Selain itu banyak politikus yang terjerumus kedalam prilaku-prilaku yang tidak terpuji menyangkut harta negara ( korupsi ), baik ditataran eksekutif, legislatif bahkan yudikatif. Hal ini menyebabkan timbulnya sikap apatisme dimasyarakat, sehingga mereka terjatuh kedalam jurang kehidupan yang pragmatis, hedonis, malas, bahkan banyak pula yangmenunjukan keberpihakan politiknya tanpa mengetahui hakikat sebenarnya. Padahal sejatinya dalam kehidupan politik memerlukan pemikiran yang cerdas dan kerja keras, bukan hanya asal gilas.
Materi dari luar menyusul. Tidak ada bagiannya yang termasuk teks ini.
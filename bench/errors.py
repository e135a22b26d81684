"""One exception tree for the whole tool.

::

    BenchError                      anything this tool raises on purpose
    ├── ConfigError                 a file a person wrote is wrong (exit code 2, nothing written)
    │   ├── UnitError               a quantity string could not be read ("12 parsecs")
    │   └── ProfileMismatchError    an instrument's replies contradict its profile (trace format,
    │                               byte order): found at run time, a retry cannot cure it
    ├── PlanError                   the sequence is valid but cannot run on this bench
    │   └── SafetyLimitError        a target lies outside soft limits / travel, refused before moving
    ├── InstrumentError             an instrument said no (SCPI error queue, G-code ``error:``)
    ├── TransportError              the wire failed: cannot open, closed by the peer
    │   ├── ReplyTimeoutError       no (complete) reply before the deadline
    │   └── ReplyFormatError        a reply that cannot be read: not ASCII text, not the framing
    │       └── BlockFormatError    an IEEE 488.2 block was truncated or malformed
    ├── StoreError                  the run folder cannot be read or written
    ├── AnalysisError               data cannot be analysed as asked (table does not cover a sweep)
    └── RunInterrupted              a run stopped before its end and is kept (exit code 3)
        └── OperatorStop            Ctrl-C or SIGTERM stopped the run (exit code 130)

pyvisa, pyserial and OS exceptions are translated where they enter (the byte wires of
``bench.visawire`` and ``bench.serialwire``, the framing of ``bench.framing``) with
``raise ... from exc``; nothing above the transports sees a foreign exception.

Every message is a single line meant for a person: which file, key, address or command, what was
expected and what was found.
"""

from __future__ import annotations

__all__ = [
    "AnalysisError",
    "BenchError",
    "BlockFormatError",
    "ConfigError",
    "InstrumentError",
    "PlanError",
    "OperatorStop",
    "ProfileMismatchError",
    "ReplyFormatError",
    "ReplyTimeoutError",
    "RunInterrupted",
    "SafetyLimitError",
    "StoreError",
    "TransportError",
    "UnitError",
]


class BenchError(Exception):
    """Base of every error this tool raises on purpose."""

    exit_code = 1


class ConfigError(BenchError):
    """A sequence, bench, profile, table or limit file is wrong.

    Parameters
    ----------
    message : str
        What was expected and what was found.
    file : str, optional
        Path of the file, as the user gave it.
    line : int, optional
        1-based line where the offending key or table can be found.
    key : str, optional
        Dotted key path, e.g. ``steps[2].rbw``.
    """

    exit_code = 2

    def __init__(self, message: str, *, file: str | None = None, line: int | None = None,
                 key: str | None = None) -> None:
        self.message = message
        self.file = file
        self.line = line
        self.key = key
        super().__init__(self.one_line())

    def one_line(self) -> str:
        where = ""
        if self.file:
            where = self.file if self.line is None else f"{self.file}:{self.line}"
            where += ": "
        key = f"{self.key}: " if self.key else ""
        return f"{where}{key}{self.message}"


class UnitError(ConfigError):
    """A quantity string could not be parsed or has the wrong dimension."""


class ProfileMismatchError(ConfigError):
    """What an instrument sends contradicts its profile (e.g. the trace format or byte order).

    Raised while talking to the instrument, located like any :class:`ConfigError` at the profile
    key to change (``FILE:LINE: trace.use: ...``). The run engine does not retry it: the same
    profile gets the same answer.
    """


class PlanError(BenchError):
    """A valid sequence that cannot run on the given bench (profile limits, tables, travel)."""

    exit_code = 2


class SafetyLimitError(PlanError):
    """A move or setting outside the limits the bench file allows. Raised before anything moves."""


class InstrumentError(BenchError):
    """An instrument reported an error.

    Parameters
    ----------
    address : str
        Address of the instrument (VISA resource or serial URL).
    command : str
        The command that was sent (or the configuration batch).
    code : int, optional
        SCPI error code (e.g. -222) or G-code error number.
    text : str, optional
        The instrument's own error text.
    """

    def __init__(self, address: str, command: str, code: int | None = None,
                 text: str | None = None) -> None:
        self.address = address
        self.command = command
        self.code = code
        self.text = text
        detail = f"{code},{text!r}" if code is not None else (text or "error")
        super().__init__(f"{address}: {command!r} -> {detail}")


class TransportError(BenchError):
    """The connection to an instrument failed (open, write, closed by the peer)."""


class ReplyTimeoutError(TransportError):
    """No complete reply arrived before the deadline."""


class ReplyFormatError(TransportError):
    """A reply could not be read: bytes that are not ASCII text, or not the expected framing."""


class BlockFormatError(ReplyFormatError):
    """An IEEE 488.2 arbitrary block was truncated, corrupted or of an unexpected size."""


class StoreError(BenchError):
    """A run folder or its database cannot be read or written."""


class AnalysisError(BenchError):
    """Data cannot be analysed as asked (e.g. a transducer table does not cover the sweep)."""

    exit_code = 2


class RunInterrupted(BenchError):
    """The run stopped before its end (faults exhausted the retries); it is kept and resumable.

    The message says how to continue it once the engine knows the run folder.
    """

    exit_code = 3


class OperatorStop(RunInterrupted):
    """Ctrl-C or SIGTERM during a run: the run is kept and can be resumed."""

    exit_code = 130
Ketiga landasan di atas cukup memberikan satu alasan besar bahwa identitas politik dalam konteks filosofis sunda memiliki makna besar bagaimana kehidupan politik itu harus dilaksanakan dengan rasa tanggungjawab bersama untuk saling mencerahkan dan mengingatkan (silih asah), strategi dalam penguatan identitas politik itu dapat dilakukan dengan cara saling menyayangi oleh elit politik terhadap rakyat (silih asih), dan saling memberikan penguatan dalam mempertahankan nilai-nilai politik (silih asuh). Politik akan memiliki visi yang progresif jika berdasarkan nilai-nilai budaya luhur bangsa sendiri bukan budaya bangsa lain. Hanya bangsa yang tidak memiliki harga dirilah yang akan selalu menjunjung tinggi dan bangga dengan budaya bangsa lain. Dan di sanalah keterpurukan identitas politik akan terjadi. Jika identitas politik yang akan kita jalankan hanya berlandaskan pada budaya orang lain maka dipastikan kita tidak akan memiliki identitas budaya sendiri.
“identitas hiji bangsa bisa diukur ku budayana”
( identitas suatu bangsa dapat ditinjau dari budaya nya )
Penulis : Dadan Rizwan Fauzi ( PKN UPI 2013 )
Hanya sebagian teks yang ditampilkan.